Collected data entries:
▼▼▼

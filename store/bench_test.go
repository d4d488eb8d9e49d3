package store

import (
	"context"
	"database/sql"
	"testing"
	"time"

	"github.com/google/uuid"

	"ringbook/snubber"
)

// bare is the driver alone on a file of its own, with the same tables, indexes and settings and no triggers: what cannot be
// done faster without doing less.
type bare struct {
	conn           *sql.Conn
	trial, reading *sql.Stmt
}

func openBare(b *testing.B) *bare {
	b.Helper()
	lb := openTemp(b)
	if err := lb.EnsureRevision(b.Context(), "Kestrel", "B"); err != nil {
		b.Fatal(err)
	}
	if err := lb.Close(); err != nil {
		b.Fatal(err)
	}
	db, err := sql.Open("sqlite", dsn(lb.Path(), "mode=rw", busyWait))
	if err != nil {
		b.Fatal(err)
	}
	b.Cleanup(func() { db.Close() })
	x := &bare{}
	if x.conn, err = db.Conn(b.Context()); err != nil {
		b.Fatal(err)
	}
	b.Cleanup(func() { x.conn.Close() })
	var drops string
	err = x.conn.QueryRowContext(b.Context(), `SELECT group_concat('DROP TRIGGER ' || name, ';') FROM sqlite_schema WHERE type = 'trigger'`).Scan(&drops)
	if err != nil {
		b.Fatal(err)
	}
	x.exec(b, drops+"; PRAGMA cache_size = -16384; PRAGMA temp_store = MEMORY") // as the writer has them
	if x.trial, err = x.conn.PrepareContext(b.Context(), insertTrial); err != nil {
		b.Fatal(err)
	}
	if x.reading, err = x.conn.PrepareContext(b.Context(), insertReading); err != nil {
		b.Fatal(err)
	}
	return x
}

func (x *bare) exec(b *testing.B, script string) {
	if _, err := x.conn.ExecContext(context.Background(), script); err != nil {
		b.Fatal(err)
	}
}

func (x *bare) add(b *testing.B, t *snubber.Trial, at string) int64 {
	ctx := context.Background()
	n := &t.Network
	result, err := x.trial.ExecContext(ctx, uuid.Must(uuid.NewV7()).String(), 1, nil, nil, at, at, string(n.Kind),
		n.C, n.CTol, n.R, n.RTol, nil, nil, nil, t.ProbeC, t.Part, t.Note)
	if err != nil {
		b.Fatal(err)
	}
	seq, err := result.LastInsertId()
	if err != nil {
		b.Fatal(err)
	}
	for _, r := range t.Readings {
		if _, err := x.reading.ExecContext(ctx, seq, string(r.Quantity), r.Value, r.U+1, nil, nil); err != nil {
			b.Fatal(err)
		}
	}
	return seq
}

// benchTrial has five readings, and nothing that bare does not write.
func benchTrial() snubber.Trial {
	t := example()
	t.Session, t.Point, t.Network.ESR, t.Network.MeasuredC, t.Network.MeasuredU = "", snubber.OperatingPoint{}, 0, 0, 0
	for i := range t.Readings {
		t.Readings[i].Repeats, t.Readings[i].Instrument = nil, ""
		t.Readings[i].U++
	}
	return t
}

// BenchmarkAdd is one durable trial with five readings, against the bare inserts in one transaction, turn by turn.
func BenchmarkAdd(b *testing.B) {
	lb, x, t := openTemp(b), openBare(b), benchTrial()
	at := timeText(t.At)
	var ours, bares time.Duration
	for b.Loop() {
		start := time.Now()
		if _, err := lb.Add(b.Context(), t); err != nil {
			b.Fatal(err)
		}
		middle := time.Now()
		x.exec(b, "BEGIN IMMEDIATE")
		x.add(b, &t, at)
		x.exec(b, "COMMIT")
		ours += middle.Sub(start)
		bares += time.Since(middle)
	}
	b.ReportMetric(float64(ours.Microseconds())/float64(b.N), "µs/Add")
	b.ReportMetric(float64(bares.Microseconds())/float64(b.N), "µs/bare")
	b.ReportMetric(float64(ours)/float64(bares), "times-bare")
}

// BenchmarkAddAll is an import of 100,000 trials with five readings, against the bare driver's bulk rate: both in one
// transaction, turn by turn a thousand, so that what else the machine does falls on both.
func BenchmarkAddAll(b *testing.B) {
	const n = 100_000
	t := benchTrial()
	at := timeText(t.At)
	var both, bares time.Duration
	for b.Loop() {
		lb, x := openTemp(b), openBare(b)
		start := time.Now()
		x.exec(b, "BEGIN IMMEDIATE")
		thousand := func(int) {
			start := time.Now()
			for range 1000 {
				x.add(b, &t, at)
			}
			bares += time.Since(start)
		}
		if got, err := lb.AddAll(b.Context(), repeat(t, n), thousand); got != n || err != nil {
			b.Fatal(got, err)
		}
		middle := time.Now()
		x.exec(b, "COMMIT")
		bares += time.Since(middle)
		both += time.Since(start)
	}
	ours := both - bares
	b.ReportMetric(float64(n*b.N)/ours.Seconds(), "trials/s")
	b.ReportMetric(float64(n*b.N)/bares.Seconds(), "bare/s")
	b.ReportMetric(bares.Seconds()/ours.Seconds(), "of-bare-rate")
}

// BenchmarkTrials streams 100,000 trials with five readings.
func BenchmarkTrials(b *testing.B) {
	const n = 100_000
	lb := openTemp(b)
	if _, err := lb.AddAll(b.Context(), repeat(benchTrial(), n), nil); err != nil {
		b.Fatal(err)
	}
	for b.Loop() {
		for _, err := range lb.Trials(b.Context(), Scope{}) {
			if err != nil {
				b.Fatal(err)
			}
		}
	}
	b.ReportMetric(float64(n*b.N)/b.Elapsed().Seconds(), "trials/s")
}

func repeat(t snubber.Trial, n int) func(func(snubber.Trial, error) bool) {
	return func(yield func(snubber.Trial, error) bool) {
		for range n {
			if !yield(t, nil) {
				return
			}
		}
	}
}

// BenchmarkAudit audits 100,000 trials with five readings each: rows are those of trials alone.
func BenchmarkAudit(b *testing.B) {
	const n = 100_000
	lb := openTemp(b)
	if _, err := lb.AddAll(b.Context(), repeat(benchTrial(), n), nil); err != nil {
		b.Fatal(err)
	}
	for b.Loop() {
		if r, err := lb.Audit(b.Context(), nil); err != nil || !r.Sound() || r.Trials != n {
			b.Fatal(r, err)
		}
	}
	b.ReportMetric(float64(n*b.N)/b.Elapsed().Seconds(), "trials/s")
	b.ReportMetric(float64(n*b.N)*7/b.Elapsed().Seconds(), "rows/s") // a trial's own, five readings, its link
}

▲▲▲

**Task instructions**. Search the records for the string "BenchmarkAudit" and, wherever a line contains it, please copy that line.

**Output for this exercise**.
// BenchmarkAudit audits 100,000 trials with five readings each: rows are those of trials alone.
func BenchmarkAudit(b *testing.B) {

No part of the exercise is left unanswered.